Wer Menschen dabei zugesehen hat, wie sie gegen das Sterben ankämpfen, vergisst diese Bilder nicht – nie. Vor etwas mehr als zweieinhalb Jahren bin ich für den WESER-KURIER an Bord des Seenotrettungsschiffes „Aquarius“ mitgefahren. Ich war Zuschauerin, als Frauen, Männer und Kinder in einem Schlauchboot kenterten, als sie panisch versuchten, nicht zu ertrinken und von freiwilligen Helfern gerettet wurden.
Vor wenigen Tagen habe ich ein ähnliches Szenario gesehen, aufgenommen von dem Aufklärungsflugzeug „Moonbird“ der Hilfsorganisation Sea-Watch. Wieder ein überfülltes Boot, wieder der Kampf um Leben und Tod. Wieder das Risiko, für ein besseres Leben in Europa alles zu verlieren.
Diese Bilder sind wie ein grausames Déjà-vu. Immer und immer wieder in den vergangenen Monaten. Manchmal halte ich sie nicht aus, klicke sie schnell weg. Denn zu begreifen, dass es noch immer geschieht, ist nur schwer zu ertragen. Es stellt das Europa, in dem ich leben will, infrage und macht die Wut über diese unendliche Behäbigkeit der Staaten größer.
An der Tragik im Mittelmeer hat sich nichts verändert, seitdem ich dort war. Und doch ist so viel passiert. Angeblich sind die Kriminellen jetzt nicht mehr die Schlepper oder die Warlords in Libyen.

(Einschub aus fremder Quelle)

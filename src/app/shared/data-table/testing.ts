/**
 * Test helpers of the manager's table and request specs: providers with a fake live
 * feed, a settle helper and invented records. Only specs import this file.
 */
import { provideHttpClient, withInterceptors } from '@angular/common/http';
import { HttpTestingController, provideHttpClientTesting } from '@angular/common/http/testing';
import { TestBed } from '@angular/core/testing';
import { provideRouter, withComponentInputBinding, type Routes } from '@angular/router';
import type { IncidentListItem } from '../../../../shared/api/monitor';
import type { ServiceRequestView } from '../../../../shared/api/service-requests';
import type { SessionUser } from '../../../../shared/api/session';
import type { Page } from '../../../../shared/api/users';
import type { WorkOrderSummary } from '../../../../shared/api/work-orders';
import { Session } from '../../core/auth/session';
import { apiErrorInterceptor } from '../../core/http/api-error.interceptor';
import { EVENT_SOURCE_FACTORY } from '../../core/live/live-events';
import { SAVE_FILE } from './csv-download';

export class FakeEventSource {
  static last: FakeEventSource | null = null;
  onmessage: ((event: MessageEvent<string>) => void) | null = null;
  onerror: ((event: Event) => void) | null = null;
  constructor(readonly url: string) {
    FakeEventSource.last = this;
  }
  close(): void {}
  send(data: unknown): void {
    this.onmessage?.(new MessageEvent('message', { data: JSON.stringify(data) }));
  }
}

export interface SavedFile {
  blob: Blob;
  fileName: string;
}

export function configureTableSpec(routes: Routes, user: Partial<SessionUser> = {}): { http: HttpTestingController; saved: SavedFile[] } {
  const saved: SavedFile[] = [];
  localStorage.clear();
  TestBed.configureTestingModule({
    providers: [
      provideRouter(routes, withComponentInputBinding()),
      provideHttpClient(withInterceptors([apiErrorInterceptor])),
      provideHttpClientTesting(),
      { provide: EVENT_SOURCE_FACTORY, useValue: (url: string) => new FakeEventSource(url) as unknown as EventSource },
      { provide: SAVE_FILE, useValue: (blob: Blob, fileName: string) => saved.push({ blob, fileName }) },
    ],
  });
  TestBed.inject(Session).set({
    id: 'manager-1',
    email: 'dana@example.com',
    displayName: 'Dana Manager',
    role: 'manager',
    isAdmin: false,
    organizationId: 'org-1',
    unitId: null,
    temperatureUnit: 'F',
    timeZone: 'America/Chicago',
    ...user,
  });
  return { http: TestBed.inject(HttpTestingController), saved };
}

export async function settle(fixture: { whenStable(): Promise<unknown>; detectChanges(): void }): Promise<void> {
  for (let i = 0; i < 3; i++) await new Promise((resolve) => setTimeout(resolve));
  fixture.detectChanges();
  await fixture.whenStable();
}

export function page<T>(items: T[], total = items.length, pageIndex = 0, pageSize = 25): Page<T> {
  return { items, total, page: pageIndex, pageSize };
}

const PLACE = { propertyName: 'Linden Court', timeZone: 'America/Denver', unitLabel: '2B', applianceLabel: 'top-freezer RT18' };

export function incident(n: number, extra: Partial<IncidentListItem> = {}): IncidentListItem {
  return {
    id: `i${n}`,
    level: 'appliance',
    lane: 'repair',
    kind: 'no-cooling',
    kinds: ['no-cooling'],
    organizationId: 'org-1',
    propertyId: 'p1',
    unitId: 'u1',
    applianceId: `a${n}`,
    startedAt: '2026-11-02T15:00:00.000Z',
    openedAt: '2026-11-02T15:30:00.000Z',
    closedAt: null,
    severity: 'critical',
    topCause: 'compressor-start',
    probableCauses: [{ code: 'compressor-start', confidence: 0.7 }],
    minutesAbove4c: 180,
    propertyIncidentId: null,
    applianceIds: [],
    place: { ...PLACE },
    ...extra,
  };
}

export function request(n: number, extra: Partial<ServiceRequestView> = {}): ServiceRequestView {
  return {
    id: `r${n}`,
    level: 'appliance',
    source: 'monitor',
    status: 'open',
    priority: 'urgent',
    title: `Fridge not cooling ${n}`,
    description: '',
    symptoms: ['warm inside'],
    propertyId: 'p1',
    unitId: 'u1',
    applianceId: `a${n}`,
    openedAt: '2026-11-02T16:00:00.000Z',
    closedAt: null,
    closeReason: null,
    mergedIntoId: null,
    firstVisitFix: null,
    incident: null,
    progress: 'received',
    workOrder: null,
    place: { ...PLACE },
    reports: [],
    ...extra,
  };
}

export function workOrder(n: number, extra: Partial<WorkOrderSummary> = {}): WorkOrderSummary {
  return {
    id: `w${n}`,
    serviceRequestId: `r${n}`,
    state: 'dispatched',
    priority: 'urgent',
    title: `Fridge not cooling ${n}`,
    contractor: { id: 'c1', name: 'Frostline Repair' },
    property: { id: 'p1', name: 'Linden Court', address: '1 Example Way', timeZone: 'America/Denver' },
    unit: { id: 'u1', label: '2B' },
    applianceId: `a${n}`,
    dispatchedAt: '2026-11-02T16:00:00.000Z',
    dueAt: '2026-11-02T20:00:00.000Z',
    overdue: false,
    scheduledStartAt: null,
    scheduledEndAt: null,
    suspectedCause: null,
    accessWindows: [],
    petPresent: false,
    ...extra,
  };
}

Es sind diejenigen, die eigentlich nur helfen wollen. Denen es ausreicht, ein einziges Menschenleben vor dem Ertrinken zu retten und die nicht akzeptieren, jenen die Seenotrettung zu überlassen, die die Geflüchteten wieder in Lager zurückbringen, in denen ein menschenwürdiges Dasein nicht möglich ist. In ein Land, in dem der Bürgerkrieg tobt. Die einstigen Helden des Mittelmeers werden nun angeklagt, zu Geldstrafen verurteilt, festgesetzt. Und Deutschland schaut zu.
Im Zuge der Recherche zu dieser Serie heißt es aus Kreisen des Auswärtigen Amtes, die libysche Küstenwache solle weiter unterstützt und ausgebildet werden – gerade wegen der Kritik der vielen Organisationen, die die Praktiken der Libyer verurteilen. Was zudem fehle, seien noch immer geregelte Verteilungsmechanismen. Aber wie viele Menschenleben ist man bereit zu riskieren, bis die Zusammenarbeit und die Achtung der Menschenrechte auf dem Standard ist, auf dem er sein sollte? Die Antwort sollte leicht sein: keines!